→ **Exercise objective**: The records that follow should be retyped word for word.

Available data: Begin

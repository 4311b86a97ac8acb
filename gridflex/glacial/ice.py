"""The bed's response to an ice-thickness history (ice, ocean and floatation).

The load is that of :class:`~gridflex.glacial.floatation.IceLoad` (PHYSICS.md section
7.1): sigma − sigma_ref with sigma = g max(rho_i H, rho_w max(z_sl − b, 0)), relative to a
reference state (bed ``bed``, ice ``reference_ice_thickness``, sea level
``reference_sea_level``) in which the deflection is zero. The bed moves with the plate,
b = bed − w, so floatation and the ocean over depressed bedrock are evaluated again at
every step from the current deflection (an explicit lag of one step). Every cell with its
bed below sea level and no grounded ice counts as ocean; closed basins are not told apart
from the sea. :func:`ice_response` runs the history through one
:class:`~gridflex.glacial.coupling.IceStepper`, so a coupled run gives the same numbers.
"""

from __future__ import annotations

import logging
import math
from typing import Any

import numpy as np
import xarray as xr

from gridflex.constants import SEA_WATER_DENSITY
from gridflex.engine import deflection_attrs
from gridflex.errors import ConvergenceError, InputError
from gridflex.glacial.coupling import BED_ATTRS, IceStepper, check_ice_plate
from gridflex.glacial.elastic import (
    EARTH_POISSON_RATIO,
    EARTH_YOUNGS_MODULUS,
    elastic_deflection_attrs,
)
from gridflex.glacial.floatation import ICE_DENSITY, bed_stress, grounded_mask
from gridflex.glacial.response import (
    INITIAL_STATES,
    check_history_grid,
    check_times,
    uplift_rate_attrs,
    warn_edge_load,
)
from gridflex.grid import check_grid, check_same_grid
from gridflex.io.provenance import provenance_attrs
from gridflex.memory import check_memory
from gridflex.plate import Plate
from gridflex.progress import Progress
from gridflex.solvers.spectral import DEFAULT_PAD_FACTOR
from gridflex.solvers.viscous import DEFAULT_WIDTH_FACTOR
from gridflex.validation import check_choice, check_flag, check_number

__all__ = [
    "MAX_STEPS",
    "PRESENT_DAY_MAX_ITERATIONS",
    "PRESENT_DAY_TOLERANCE",
    "bed_stress",
    "check_max_step",
    "check_output_times",
    "grounded_mask",
    "ice_response",
    "sea_level_at",
]

log = logging.getLogger(__name__)

ArrayLike = Any

PRESENT_DAY_TOLERANCE = 1e-9
"""Largest miss (m) of the final bed against the given present-day bed."""

PRESENT_DAY_MAX_ITERATIONS = 40
"""Most runs of the history when the reference bed is solved for."""

MAX_STEPS = 100_000
"""Most time steps a history may be split into by ``max_step``: each costs one FFT pair
of the padded grid, so more would run for hours without telling why."""


def check_max_step(name: str, max_step: Any, times: Any) -> float | None:
    """*max_step* (years) checked against the history's *times*: > 0 and splitting the
    intervals into at most :data:`MAX_STEPS` steps in all. None means no limit.

    Raises
    ------
    InputError
        Naming *name* (e.g. ``"[solver] max_step"``), the value, the number of steps it
        would take and the smallest value allowed.
    """
    if max_step is None:
        return None
    step = check_number(name, max_step, unit="years", minimum=0.0, strict=True)
    gaps = np.diff(np.asarray(times, dtype=np.float64))
    with np.errstate(over="ignore"):  # a tiny step counts as infinitely many
        steps = float(np.sum(np.maximum(1.0, np.ceil(gaps[gaps > 0] / step - 1e-9))))
    if steps > MAX_STEPS:
        span = float(np.sum(gaps))
        raise InputError(
            f"{name} = {step:g} years splits the history of {span:g} years into {steps:.3g} "
            f"steps (at most {MAX_STEPS}); use a max_step of at least "
            f"{span / (MAX_STEPS - gaps.size):.3g} years"
        )
    return step


SERIES_END_TOLERANCE = 1e-6
"""Years by which a time may lie beyond the ends of a sea-level series (round-off of
times converted from days)."""


def sea_level_at(series: xr.DataArray, times: ArrayLike, where: str = "sea_level") -> np.ndarray:
    """Sea level (m) of *series* at *times* (years), linear in time between its times.

    The rule of every sea-level series: linear interpolation between the series' own
    times; a time before its first or after its last time is refused, never extrapolated
    or held constant (an invented sea level would be a silently wrong number).

    Parameters
    ----------
    series : xarray.DataArray
        Sea level (m) on dim ``"time"`` with a ``time`` coordinate in years,
        strictly increasing.
    times : array_like
        Times (years) wanted.
    where : str, default "sea_level"
        What the series is (file and variable), for messages.

    Returns
    -------
    numpy.ndarray
        float64, one sea level per time.

    Raises
    ------
    InputError
        Not a series along time, times not increasing, NaN values, or *times* beyond
        the series' span.

    Examples
    --------
    >>> s = xr.DataArray([-120.0, 0.0], dims="time", coords={"time": [-20000.0, 0.0]})
    >>> sea_level_at(s, [-20000.0, -5000.0, 0.0])
    array([-120.,  -30.,    0.])
    """
    if (
        not isinstance(series, xr.DataArray)
        or series.dims != ("time",)
        or "time" not in (series.coords)
    ):
        raise InputError(f"{where}: a sea-level series must be 1-D along 'time' with its times")
    at = np.asarray(times, dtype=np.float64)
    given = np.asarray(series["time"].values, dtype=np.float64)
    values = np.asarray(series.values, dtype=np.float64)
    if not np.all(np.isfinite(given)) or np.any(np.diff(given) <= 0):
        raise InputError(f"{where}: the times of the sea-level series must increase")
    missing = int((~np.isfinite(values)).sum())
    if missing:
        raise InputError(f"{where}: {missing} missing (NaN or fill) value(s) in the series")
    outside = (at < given[0] - SERIES_END_TOLERANCE) | (at > given[-1] + SERIES_END_TOLERANCE)
    if np.any(outside):
        raise InputError(
            f"{where}: the series covers {given[0]:g} to {given[-1]:g} years but sea level "
            f"is needed from {at.min():g} to {at.max():g} years ({int(outside.sum())} "
            "time(s) outside); extend the series, it is not extrapolated"
        )
    if given.size == 1:
        return np.full(at.shape, values[0])
    return np.interp(at, given, values)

Available data: End

→ **Written answer**:
repository 4311b86a97ac8acb
filename gridflex/glacial/ice.py
"""The bed's response to an ice-thickness history (ice, ocean and floatation).

The load is that of :class:`~gridflex.glacial.floatation.IceLoad` (PHYSICS.md section
7.1): sigma − sigma_ref with sigma = g max(rho_i H, rho_w max(z_sl − b, 0)), relative to a
reference state (bed ``bed``, ice ``reference_ice_thickness``, sea level
``reference_sea_level``) in which the deflection is zero. The bed moves with the plate,
b = bed − w, so floatation and the ocean over depressed bedrock are evaluated again at
every step from the current deflection (an explicit lag of one step). Every cell with its
bed below sea level and no grounded ice counts as ocean; closed basins are not told apart
from the sea. :func:`ice_response` runs the history through one
:class:`~gridflex.glacial.coupling.IceStepper`, so a coupled run gives the same numbers.
"""

from __future__ import annotations

import logging
import math
from typing import Any

import numpy as np
import xarray as xr

from gridflex.constants import SEA_WATER_DENSITY
from gridflex.engine import deflection_attrs
from gridflex.errors import ConvergenceError, InputError
from gridflex.glacial.coupling import BED_ATTRS, IceStepper, check_ice_plate
from gridflex.glacial.elastic import (
    EARTH_POISSON_RATIO,
    EARTH_YOUNGS_MODULUS,
    elastic_deflection_attrs,
)
from gridflex.glacial.floatation import ICE_DENSITY, bed_stress, grounded_mask
from gridflex.glacial.response import (
    INITIAL_STATES,
    check_history_grid,
    check_times,
    uplift_rate_attrs,
    warn_edge_load,
)
from gridflex.grid import check_grid, check_same_grid
from gridflex.io.provenance import provenance_attrs
from gridflex.memory import check_memory
from gridflex.plate import Plate
from gridflex.progress import Progress
from gridflex.solvers.spectral import DEFAULT_PAD_FACTOR
from gridflex.solvers.viscous import DEFAULT_WIDTH_FACTOR
from gridflex.validation import check_choice, check_flag, check_number

__all__ = [
    "MAX_STEPS",
    "PRESENT_DAY_MAX_ITERATIONS",
    "PRESENT_DAY_TOLERANCE",
    "bed_stress",
    "check_max_step",
    "check_output_times",
    "grounded_mask",
    "ice_response",
    "sea_level_at",
]

log = logging.getLogger(__name__)

ArrayLike = Any

PRESENT_DAY_TOLERANCE = 1e-9
"""Largest miss (m) of the final bed against the given present-day bed."""

PRESENT_DAY_MAX_ITERATIONS = 40
"""Most runs of the history when the reference bed is solved for."""

MAX_STEPS = 100_000
"""Most time steps a history may be split into by ``max_step``: each costs one FFT pair
of the padded grid, so more would run for hours without telling why."""


def check_max_step(name: str, max_step: Any, times: Any) -> float | None:
    """*max_step* (years) checked against the history's *times*: > 0 and splitting the
    intervals into at most :data:`MAX_STEPS` steps in all. None means no limit.

    Raises
    ------
    InputError
        Naming *name* (e.g. ``"[solver] max_step"``), the value, the number of steps it
        would take and the smallest value allowed.
    """
    if max_step is None:
        return None
    step = check_number(name, max_step, unit="years", minimum=0.0, strict=True)
    gaps = np.diff(np.asarray(times, dtype=np.float64))
    with np.errstate(over="ignore"):  # a tiny step counts as infinitely many
        steps = float(np.sum(np.maximum(1.0, np.ceil(gaps[gaps > 0] / step - 1e-9))))
    if steps > MAX_STEPS:
        span = float(np.sum(gaps))
        raise InputError(
            f"{name} = {step:g} years splits the history of {span:g} years into {steps:.3g} "
            f"steps (at most {MAX_STEPS}); use a max_step of at least "
            f"{span / (MAX_STEPS - gaps.size):.3g} years"
        )
    return step


SERIES_END_TOLERANCE = 1e-6
"""Years by which a time may lie beyond the ends of a sea-level series (round-off of
times converted from days)."""


def sea_level_at(series: xr.DataArray, times: ArrayLike, where: str = "sea_level") -> np.ndarray:
    """Sea level (m) of *series* at *times* (years), linear in time between its times.

    The rule of every sea-level series: linear interpolation between the series' own
    times; a time before its first or after its last time is refused, never extrapolated
    or held constant (an invented sea level would be a silently wrong number).

    Parameters
    ----------
    series : xarray.DataArray
        Sea level (m) on dim ``"time"`` with a ``time`` coordinate in years,
        strictly increasing.
    times : array_like
        Times (years) wanted.
    where : str, default "sea_level"
        What the series is (file and variable), for messages.

    Returns
    -------
    numpy.ndarray
        float64, one sea level per time.

    Raises
    ------
    InputError
        Not a series along time, times not increasing, NaN values, or *times* beyond
        the series' span.

    Examples
    --------
    >>> s = xr.DataArray([-120.0, 0.0], dims="time", coords={"time": [-20000.0, 0.0]})
    >>> sea_level_at(s, [-20000.0, -5000.0, 0.0])
    array([-120.,  -30.,    0.])
    """
    if (
        not isinstance(series, xr.DataArray)
        or series.dims != ("time",)
        or "time" not in (series.coords)
    ):
        raise InputError(f"{where}: a sea-level series must be 1-D along 'time' with its times")
    at = np.asarray(times, dtype=np.float64)
    given = np.asarray(series["time"].values, dtype=np.float64)
    values = np.asarray(series.values, dtype=np.float64)
    if not np.all(np.isfinite(given)) or np.any(np.diff(given) <= 0):
        raise InputError(f"{where}: the times of the sea-level series must increase")
    missing = int((~np.isfinite(values)).sum())
    if missing:
        raise InputError(f"{where}: {missing} missing (NaN or fill) value(s) in the series")
    outside = (at < given[0] - SERIES_END_TOLERANCE) | (at > given[-1] + SERIES_END_TOLERANCE)
    if np.any(outside):
        raise InputError(
            f"{where}: the series covers {given[0]:g} to {given[-1]:g} years but sea level "
            f"is needed from {at.min():g} to {at.max():g} years ({int(outside.sum())} "
            "time(s) outside); extend the series, it is not extrapolated"
        )
    if given.size == 1:
        return np.full(at.shape, values[0])
    return np.interp(at, given, values)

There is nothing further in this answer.